A veteran airline professional explained to me that one major advantage that LCCs in North America and Europe enjoy is access to secondary airports which give them lower airport-related costs. REDjet will not have lower airport related costs plus they will have higher fuel costs than CAL. This should concern them. But they do have some advantages to exploit. Firstly, REDjet will pay no commission to travel agents which choose to sell their service, which will lead to much lower distribution costs. Secondly, REDjet's MD-80s may not have a fuel subsidy but their engines are separately leased. This means they benefit from an arrangement where they pay a per hour charge for their use over X number of hours— and then simply exchange them. This may lead to lower maintenance costs.

I admire the entrepreneurial spirit behind Redjet and more importantly, I am among the many who have experienced first-hand, poor customer service with LIAT as recently as two weeks ago. At the same time, since BWIA became CAL, it is hard to ignore their strong on-time performance, incredibly low lost-baggage rate (by industry standards), excellent safety record and (in my opinion) decent customer service levels. Now together with all this, they are armed with a fuel hedge/subsidy. Can Redjet realistically survive a head-to-head battle with CAL? Personally, there are observers including myself, who do not think that CAL should trash its profit margin by cutting fares too aggressively. Rather, I do believe that CAL offers a premium travel experience, and should continue to emphasise this as they seek to differentiate themselves from the competition.
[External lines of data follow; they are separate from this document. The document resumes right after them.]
package engine

import (
	"slices"
	"sync"
	"time"
)

// DefaultGapGrace is how long subscription events that a notification
// skipped over may take to arrive before the engine searches for them. A
// server that sends notifications over several connections at once
// delivers some out of order: event 8 before event 7 is no loss, and a
// catch-up search for it (from the cursor less the overlap, every Observation
// of those minutes read again) would load the FHIR server for nothing.
const DefaultGapGrace = 2 * time.Second

// maxMissingRuns bounds what missingEvents holds per subscription: a
// sender that skips more often than that is searched for at once.
const maxMissingRuns = 1024

// missingEvents holds, per subscription, the event numbers that
// notifications skipped over and that have not arrived since, with when
// each run was first missed. It lives in memory only: a restart searches
// from the durable cursor anyway.
type missingEvents struct {
	mu   sync.Mutex
	subs map[string]*missingOf
}

// missingOf is one subscription's missing runs, and the late events
// noted before the notification that skipped them: two notifications
// stored one after the other may be noted the other way round.
type missingOf struct {
	runs, early []missingRun
}

// missingRun is the event numbers from to to, all missing since since.
type missingRun struct {
	from, to uint64
	since    time.Time
}

// note records a notification of subscription that carried the events
// lowest to highest (lowest 0: it counts events but carries none) when the
// highest number seen before it was previous. It reports whether a
// catch-up is needed now rather than after the grace: too many runs are
// missing already.
func (m *missingEvents) note(subscription string, lowest, highest, previous uint64, now time.Time) (searchNow bool) {
	m.mu.Lock()
	defer m.mu.Unlock()
	sub := m.subs[subscription]
	if sub == nil {
		sub = &missingOf{}
	}
	var skipped missingRun
	switch {
	case lowest > previous+1:
		skipped = missingRun{from: previous + 1, to: lowest - 1, since: now}
	case lowest == 0 && highest > previous:
		// A count of events without them: they may still be on their way.
		skipped = missingRun{from: previous + 1, to: highest, since: now}
	}
	if lowest > 0 {
		var found bool
		sub.runs, found = arrived(sub.runs, lowest, highest)
		if !found && highest <= previous {
			sub.early = append(sub.early, missingRun{from: lowest, to: highest, since: now})
		}
	}
	if skipped.from > 0 {
		runs := []missingRun{skipped}
		for _, e := range sub.early {
			runs, _ = arrived(runs, e.from, e.to)
		}
		sub.runs = append(sub.runs, runs...)
	}
	if len(sub.runs)+len(sub.early) > maxMissingRuns {
		delete(m.subs, subscription)
		return true
	}
	if len(sub.runs) == 0 && len(sub.early) == 0 {
		delete(m.subs, subscription)
		return false
	}
	if m.subs == nil {
		m.subs = make(map[string]*missingOf)
	}
	m.subs[subscription] = sub
	return false
}

// arrived takes the numbers from to to out of runs, and says whether any
// of them was there.
func arrived(runs []missingRun, from, to uint64) ([]missingRun, bool) {
	out, found := runs[:0:0], false
	for _, r := range runs {
		if to < r.from || from > r.to {
			out = append(out, r)
			continue
		}
		found = true
		if r.from < from {
			out = append(out, missingRun{from: r.from, to: from - 1, since: r.since})
		}
		if r.to > to {
			out = append(out, missingRun{from: to + 1, to: r.to, since: r.since})
		}
	}
	return out, found
}

// expire forgets the runs missing for longer than grace, and the late
// events noted as long ago, and returns how many events the runs held (0:
// nothing to search for).
func (m *missingEvents) expire(now time.Time, grace time.Duration) (events uint64) {
	m.mu.Lock()
	defer m.mu.Unlock()
	for name, sub := range m.subs {
		sub.runs = slices.DeleteFunc(sub.runs, func(r missingRun) bool {
			if now.Sub(r.since) < grace {
				return false
			}
			events += r.to - r.from + 1
			return true
		})
		sub.early = slices.DeleteFunc(sub.early, func(r missingRun) bool { return now.Sub(r.since) >= grace })
		if len(sub.runs) == 0 && len(sub.early) == 0 {
			delete(m.subs, name)
		}
	}
	return events
}

// forget drops what is held of a subscription: its numbering started
// again.
func (m *missingEvents) forget(subscription string) {
	m.mu.Lock()
	defer m.mu.Unlock()
	delete(m.subs, subscription)
}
This week, we will see the first commercial flights from a carrier determined to be the Caribbean's first, genuine, LCC. The success of REDjet's business model is premised on CAL and Liat actually responding by cutting their fares and trying to play by their LCC rules. CAL should be careful in taking this bait. A lesson could perhaps be learnt from Aer Lingus. The Irish national carrier was a state supported legacy carrier with no real history of profitability, when Ryanair relaunched against them as a LCC. Aer Lingus successfully repositioned itself as a more customer-friendly, full service alternative.
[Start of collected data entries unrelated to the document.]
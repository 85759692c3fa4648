package engine_test

import (
	"context"
	"encoding/json"
	"fmt"
	"log/slog"
	"net/http"
	"net/http/httptest"
	"net/http/httputil"
	"net/url"
	"strings"
	"sync/atomic"
	"testing"
	"time"

	"github.com/deadspace-fhir/deadspace/api/engine"
	"github.com/deadspace-fhir/deadspace/api/engine/enginetest"
	"github.com/deadspace-fhir/deadspace/api/store/pgstore"
	"github.com/deadspace-fhir/deadspace/api/store/pgstore/pgtest"
	"github.com/deadspace-fhir/deadspace/derive"
	"github.com/deadspace-fhir/deadspace/fhir/client"
	"github.com/deadspace-fhir/deadspace/fhir/decode"
	"github.com/deadspace-fhir/deadspace/fhir/fhirtest/fakefhir"
)

// TestSlowEvaluationKeepsItsClaimOnThePatient: two replicas on one
// PostgreSQL database with a job lease of 300 ms. Replica A, alive and
// well, evaluates a patient whose facts it must read from the FHIR server,
// and the server takes three leases to answer that read (a busy EHR; the
// same holds for a slow query on a loaded database). Replica B is asked to
// evaluate the patient meanwhile.
//
// An operator expects what the README says of replicas on PostgreSQL: "One
// replica evaluates a patient at a time", a claim lapsing only when its
// replica died. The writer already renews its claim on an outbox write
// while a send runs (TestSlowSendKeepsItsClaim); an evaluation should keep
// its claim on the patient the same way. Today the claim is taken once
// (Engine.claimPatient) for the job lease and never renewed: once it
// lapses, B claims the patient and evaluates it while A's evaluation is
// still running, reading the same series and the same Patient, and the
// commit's compare-and-swap is left to throw one of the two away (the loser
// marks the patient dirty and evaluates again: twice the work at the time
// the server is slowest, and the fall detector's kept states dropped).
func TestSlowEvaluationKeepsItsClaimOnThePatient(t *testing.T) {
	const lease = 300 * time.Millisecond
	f := fakefhir.Start(t)
	const bed = "slowfacts"
	if _, err := f.Put(json.RawMessage(`{"resourceType":"Patient","id":"` + bed + `","gender":"female","birthDate":"1961-04-02"}`)); err != nil {
		t.Fatal(err)
	}
	target, err := url.Parse(f.BaseURL)
	if err != nil {
		t.Fatal(err)
	}
	proxy := httputil.NewSingleHostReverseProxy(&url.URL{Scheme: target.Scheme, Host: target.Host})
	var patientReads atomic.Int64
	release := make(chan struct{})
	slow := httptest.NewServer(http.HandlerFunc(func(w http.ResponseWriter, r *http.Request) {
		if r.Method == http.MethodGet && strings.Contains(r.URL.Path, "/Patient/") && patientReads.Add(1) == 1 {
			// The server holds replica A's read of the patient.
			select {
			case <-release:
			case <-r.Context().Done():
			}
		}
		proxy.ServeHTTP(w, r)
	}))
	t.Cleanup(slow.Close)
	base := slow.URL + target.Path

	dbURL := pgtest.NewDatabase(t)
	var evaluations [2]atomic.Int64
	var engines [2]*engine.Engine
	for i, name := range []string{"replica-a", "replica-b"} {
		ps, err := pgstore.Open(context.Background(), dbURL, pgstore.Options{Holder: name})
		if err != nil {
			t.Fatal(err)
		}
		t.Cleanup(func() { ps.Close() })
		cl, err := client.New(client.Config{BaseURL: base, UserAgent: name, MaxRetries: -1})
		if err != nil {
			t.Fatal(err)
		}
		engines[i], err = engine.New(engine.Config{
			Store: ps, Decoder: decode.New(decode.Options{}), Encoder: enginetest.Encoder(t), Derive: derive.DefaultConfig(), Client: cl,
			JobLease: lease, Logger: slog.New(slog.NewTextHandler(tWriter{t, name}, nil)),
			Hooks: engine.Hooks{Evaluation: func(bool) { evaluations[i].Add(1) }},
		})
		if err != nil {
			t.Fatal(err)
		}
	}
	ctx := context.Background()
	at := time.Now().Add(-time.Hour).Truncate(time.Minute)
	updated := at.Add(10 * time.Minute)
	inputs := []json.RawMessage{obsOf("Patient/"+bed, "slow-gas", "1", "final", "2019-8", "mm[Hg]", 45, at, updated)}
	for m := -2; m <= 2; m++ {
		inputs = append(inputs, obsOf("Patient/"+bed, fmt.Sprintf("slow-et%d", m+2), "1", "final", "19891-1", "mm[Hg]", 36, at.Add(time.Duration(m)*time.Minute), updated))
	}
	if _, err := engines[0].Ingest(ctx, "test", inputs); err != nil {
		t.Fatal(err)
	}

	doneA := make(chan error, 1)
	go func() { doneA <- engines[0].EvaluateNow(ctx) }()
	waitUntil(t, "replica A to read the patient's facts", func() bool { return patientReads.Load() > 0 })
	// A is still working (its read is in flight) three leases later.
	time.Sleep(3 * lease)
	if err := engines[1].EvaluateNow(ctx); err != nil {
		t.Log("replica B:", err)
	}
	overlapped := evaluations[1].Load()
	close(release)
	if err := <-doneA; err != nil {
		t.Log("replica A:", err)
	}
	if evaluations[0].Load() == 0 {
		t.Fatal("replica A never began its evaluation; the test no longer holds it")
	}
	if overlapped != 0 {
		t.Errorf("replica B began %d evaluation(s) of the patient while replica A's evaluation of it was still running (A's claim lapsed after the %v job lease and was never renewed); want B to leave the patient to A", overlapped, lease)
	}
}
In addition, Aer Lingus restructured and got their act together and have since enjoyed some financial success. This is despite continued LCC attacks. As of April 18th, REDjet had just under 16 000 fans on their Facebook page whereas CAL had just under 7 000. As of May 2nd, REDjet had just under 18 000 and CAL had just over 7 000. My name is Derren Joseph and I love my country. As always, I end by saying that despite our challenges, we are so blessed to live in this beautiful land. Let us continue to have the audacity of hope in the future of our beloved country.